President Donald Trump has signed an enforcement order behind the closed doors on Thursday, directing federal agencies and Smithsonian to remove what the order calls “separation” and “anti -American” content from museums and national parks, sources told the order to ABC News.
The Order – called the “Restoration of Truth and Health in American History” – directs the Vice President and the Secretary of the Interior to restore federal parks, monuments, monuments and statues, “which have been removed or changed incorrectly to continue the false review of history or incorrectly minimize or neglect certain historical figures.”

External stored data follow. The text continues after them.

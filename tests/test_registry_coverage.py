"""The registries are the one list: every registered exposure family and curve
model has tests, and each family's declared dose parameters and bounds hold.

Coverage is read from the test sources: a family counts as tested when some
``tests/test_exposure_*.py`` names its class or its registered name (as a
string), a curve model when some ``tests/test_curves_*.py`` does. Registering
a family or model without such tests fails here.

Unit check, source: a change of unit multiplies the exposure by ``c``, and
``cX`` has CDF ``F(x / c)`` (a scale transform; derived here). In
``scipy.stats`` the same transform multiplies the ``scale`` argument by ``c``
(scipy.stats documentation: ``pdf(x, scale=s) = pdf(x / s) / s``). A family
is closed under it with exactly its declared dose parameters multiplied by
``c``; any other choice of dose parameters changes the distribution.

Bounds check, source: the parameter domains of the ``scipy.stats``
distributions (``scipy.stats`` returns NaN outside them); a lognormal GSD of 1
is scipy's ``s = ln gsd = 0``.
"""

import ast
from pathlib import Path

import numpy as np
import pytest
from scipy import stats

from doseattr.core.attribution.scenarios import SCENARIO_KINDS
from doseattr.core.curves.registry import MODELS, model_names
from doseattr.core.exposure import fit_best
from doseattr.core.exposure.registry import FAMILIES, dose_parameters, family_names
from doseattr.errors import ModelError

TESTS = Path(__file__).resolve().parent
FACTORS = (1e-3, 24.45 / 98.96, 7.0, 1e4)
QUANTILES = np.array([1e-6, 0.01, 0.2, 0.5, 0.8, 0.99, 1 - 1e-6])


def _names_in(path: Path) -> tuple[set[str], set[str]]:
    """Identifiers (names, attributes, imported names) and string constants of a module."""
    tree = ast.parse(path.read_text(encoding="utf-8"))
    identifiers: set[str] = set()
    strings: set[str] = set()
    for node in ast.walk(tree):
        if isinstance(node, ast.Name):
            identifiers.add(node.id)
        elif isinstance(node, ast.Attribute):
            identifiers.add(node.attr)
        elif isinstance(node, ast.alias):
            identifiers.add(node.name.rsplit(".", 1)[-1])
        elif isinstance(node, ast.Constant) and isinstance(node.value, str):
            strings.add(node.value)
    return identifiers, strings


def _modules_naming(prefix: str, class_name: str, name: str) -> list[str]:
    """Test modules ``prefix*.py`` (not this one) that name the class or the registered name."""
    found = []
    for path in sorted(TESTS.glob(f"{prefix}*.py")):
        if path.resolve() == Path(__file__).resolve():
            continue
        identifiers, strings = _names_in(path)
        if class_name in identifiers or name in strings:
            found.append(path.name)
    return found


def test_the_scan_finds_nothing_for_an_unregistered_name():
    """The coverage scan is not vacuous: a name no test uses is reported as untested."""
    assert _modules_naming("test_exposure_", "NoSuchFamily", "no-such-family") == []
    assert _modules_naming("test_curves_", "NoSuchModel", "no-such-model") == []


@pytest.mark.parametrize("name", family_names())
def test_every_registered_family_has_tests(name):
    cls = type(FAMILIES[name])
    found = _modules_naming("test_exposure_", cls.__name__, name)
    assert found, (f"exposure family {name!r} is registered in FAMILIES but no "
                   f"tests/test_exposure_*.py names {cls.__name__} or {name!r}: add tests "
                   f"that check it against scipy.stats or a closed form")


@pytest.mark.parametrize("name", model_names())
def test_every_registered_curve_model_has_tests(name):
    cls = MODELS[name]
    found = _modules_naming("test_curves_", cls.__name__, name)
    assert found, (f"curve model {name!r} is registered in MODELS but no "
                   f"tests/test_curves_*.py names {cls.__name__} or {name!r}: add tests "
                   f"that check it against a closed form or a published table")


def _inside(lower: float, upper: float, u: float) -> float:
    """A point strictly inside ``(lower, upper)`` for ``u`` in [-1, 1]."""
    if np.isfinite(upper):
        return lower + (upper - lower) * (0.5 + 0.45 * u)
    return lower + float(np.exp(2.0 * u))


def _parameter_draws(fam, n=5, seed=20):
    rng = np.random.default_rng(seed)
    return [np.array([_inside(*fam.bounds[p], rng.uniform(-1, 1)) for p in fam.param_names])
            for _ in range(n)]


def _scaled_scipy(dist, c):
    """The scipy.stats distribution of ``c X`` for a frozen ``dist`` of ``X``."""
    kwds = dict(dist.kwds)
    kwds["scale"] = kwds.get("scale", 1.0) * c
    kwds["loc"] = kwds.get("loc", 0.0) * c
    return dist.dist(*dist.args, **kwds)


@pytest.mark.parametrize("name", family_names())
def test_log_sd_is_the_sd_of_log_x(name):
    """Each family's declared SD of ln X (used to refuse spreads too narrow
    for double precision) equals sqrt(E[(ln X - E ln X)^2]) computed by
    scipy.stats' ``expect`` on the family's own scipy distribution."""
    from scipy import integrate

    fam = FAMILIES[name]
    for p in _parameter_draws(fam, 4, seed=11):
        dist = fam.scipy(p)
        # on t = ln x, split at the log quantiles so quad sees every part
        t = np.log(dist.ppf([1e-12, 0.01, 0.25, 0.5, 0.75, 0.99, 1 - 1e-12]))

        def moment(g, dist=dist, t=t):
            return sum(integrate.quad(lambda u: g(u) * dist.pdf(np.exp(u)) * np.exp(u), a, b,
                                      epsabs=0, epsrel=1e-12, limit=200)[0]
                       for a, b in zip(t[:-1], t[1:]))

        m = moment(lambda u: u)
        sd = np.sqrt(moment(lambda u, m=m: (u - m) ** 2))
        assert fam.log_sd(p) == pytest.approx(sd, rel=1e-6)


@pytest.mark.parametrize("name", family_names())
def test_declarations_name_the_family_parameters(name):
    fam = FAMILIES[name]
    assert set(fam.bounds) == set(fam.param_names)
    assert set(fam.dose_params) <= set(fam.param_names)
    assert dose_parameters(name) == fam.dose_params
    for lower, upper in fam.bounds.values():
        assert lower < upper


@pytest.mark.parametrize("name", family_names())
def test_a_change_of_unit_scales_exactly_the_dose_parameters(name):
    """cdf(c x; p') == cdf(x; p) with p' the dose parameters times c, and p' is
    the scipy.stats distribution with its scale times c (module docstring)."""
    fam = FAMILIES[name]
    for p in _parameter_draws(fam):
        dist = fam.scipy(p)
        x = dist.ppf(QUANTILES)
        np.testing.assert_allclose(fam.cdf(x, p), dist.cdf(x), rtol=1e-9)
        for c in FACTORS:
            pc = fam.in_unit(p, c)
            ref = _scaled_scipy(dist, c)
            np.testing.assert_allclose(fam.cdf(c * x, pc), fam.cdf(x, p), rtol=1e-10)
            np.testing.assert_allclose(fam.sf(c * x, pc), fam.sf(x, p), rtol=1e-10)
            np.testing.assert_allclose(fam.cdf(c * x, pc), ref.cdf(c * x), rtol=1e-9)
            np.testing.assert_allclose(fam.ppf(QUANTILES, pc), ref.ppf(QUANTILES), rtol=1e-9)
            np.testing.assert_allclose(fam.mean(pc), ref.mean(), rtol=1e-10)
            for j, pname in enumerate(fam.param_names):
                if pname not in fam.dose_params:
                    assert pc[j] == p[j], f"{name}: {pname} is not in the dose unit"


@pytest.mark.parametrize("name", family_names())
def test_bounds_are_where_the_distribution_stops_existing(name):
    """At a declared lower bound scipy.stats has no distribution (NaN) and
    ``check`` refuses; just inside both accept (module docstring)."""
    fam = FAMILIES[name]
    p0 = _parameter_draws(fam, n=1)[0]
    for j, pname in enumerate(fam.param_names):
        lower, _ = fam.bounds[pname]
        at, near = p0.copy(), p0.copy()
        at[j] = lower
        near[j] = lower + 1e-6 * max(1.0, abs(lower))
        x = fam.scipy(p0).median()
        with np.errstate(all="ignore"):
            assert np.isnan(fam.scipy(at).cdf(x)), f"{name}: scipy accepts {pname} = {lower}"
        with pytest.raises(ModelError, match=pname):
            fam.check(at)
        fam.check(near)
        assert np.isfinite(fam.scipy(near).cdf(x))


def test_fit_best_tries_every_registered_family():
    """Source: scipy.stats.gamma sample; fit_best's default list is the registry."""
    x = stats.gamma(a=2.0, scale=3.0).rvs(300, random_state=np.random.default_rng(4))
    e = fit_best(x)
    tried = {e.family.name} | {fam.name for fam, _, _ in e.alternatives}
    assert tried == set(family_names())


# -- scenario types ---------------------------------------------------------------
@pytest.mark.parametrize("kind", list(SCENARIO_KINDS))
def test_every_scenario_type_is_tested_and_accepted(kind):
    """A registered scenario type has tests (``tests/test_attribution_*.py``
    naming its class or kind) and is a key of ``[[scenario]]`` (the schema
    reads the registry)."""
    from doseattr.analysis.schema import SECTIONS

    cls = SCENARIO_KINDS[kind]
    assert cls.kind == kind
    assert _modules_naming("test_attribution_", cls.__name__, kind), kind
    assert kind in SECTIONS["scenario"]


@pytest.mark.parametrize("kind, good, bad", [
    ("cap", 15.0, 0.0), ("scale", 0.8, 1.5), ("reduce_by", 2.0, -1.0)])
def test_scenario_values_are_checked_where_declared(tmp_path, kind, good, bad):
    """Each type's own rule (common practice: a cap and a reduction are
    positive amounts, a scale factor lies in (0, 1]) refuses the bad value
    with one line naming the scenario's key, and accepts the good one."""
    from doseattr.analysis.config import analysis_from_dict
    from doseattr.errors import InputError

    def analysis(value):
        return analysis_from_dict({
            "unit": "ug/m3", "curve": {"model": "linear", "err": 0.01},
            "exposure": {"gm": 8.0, "gsd": 2.0},
            "scenario": [{"name": "s", kind: value}]}, base_dir=tmp_path)

    assert analysis(good).scenarios[0].kind == kind
    with pytest.raises(InputError, match=rf"key '{kind}'"):
        analysis(bad)
    assert SCENARIO_KINDS[kind].value_problem(good) is None
    assert SCENARIO_KINDS[kind].value_problem(bad) is not None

On this December 18, 2023, submit a photo, workers prepare a memorial to eliminate the Confederation in the National Cemetery in Arlington, Arlington, Virginia.
Kevin Wolf/AP, file
The order also directs Vice President JD Vance, who is a member of Smithsonian Board of Regents, to work to remove what he claims
The White House said in the full text of the executive order that in the last decade the rewriting of history has thrown American stages into “negative light” and therefore directs museums to remove some historical contexts related to race and gender.
He added that future funds for the organization would be banned from exhibits or programs that “worsen shared American values, divide Americans based on race or encourage programs or ideologies incompatible with federal law.”
She also banned the upcoming American Women’s Museum from recognizing transgender women in every way.
The order states that the exhibits and programs that seek to eliminate the undermining of the “incomparable heritage of the nation to advance freedom, the rights of the individual and human happiness”, causing his success “by its essence racist, sexist, depressing or otherwise unacceptable.”
The examples given by the Order include an exhibit at the American Museum of Smithsonian, called the “form of power: stories of race and American sculpture”, which the order claims that “encourages the opinion that race is not a biological reality, but a social construction” and exposed to the National Museum of Afro -American Museum “He proclaims that the” hard work “,” individual American American history and culture that the Order has said that they “proclaim” hard work. “
ABC News turned to Smithsonian for comment.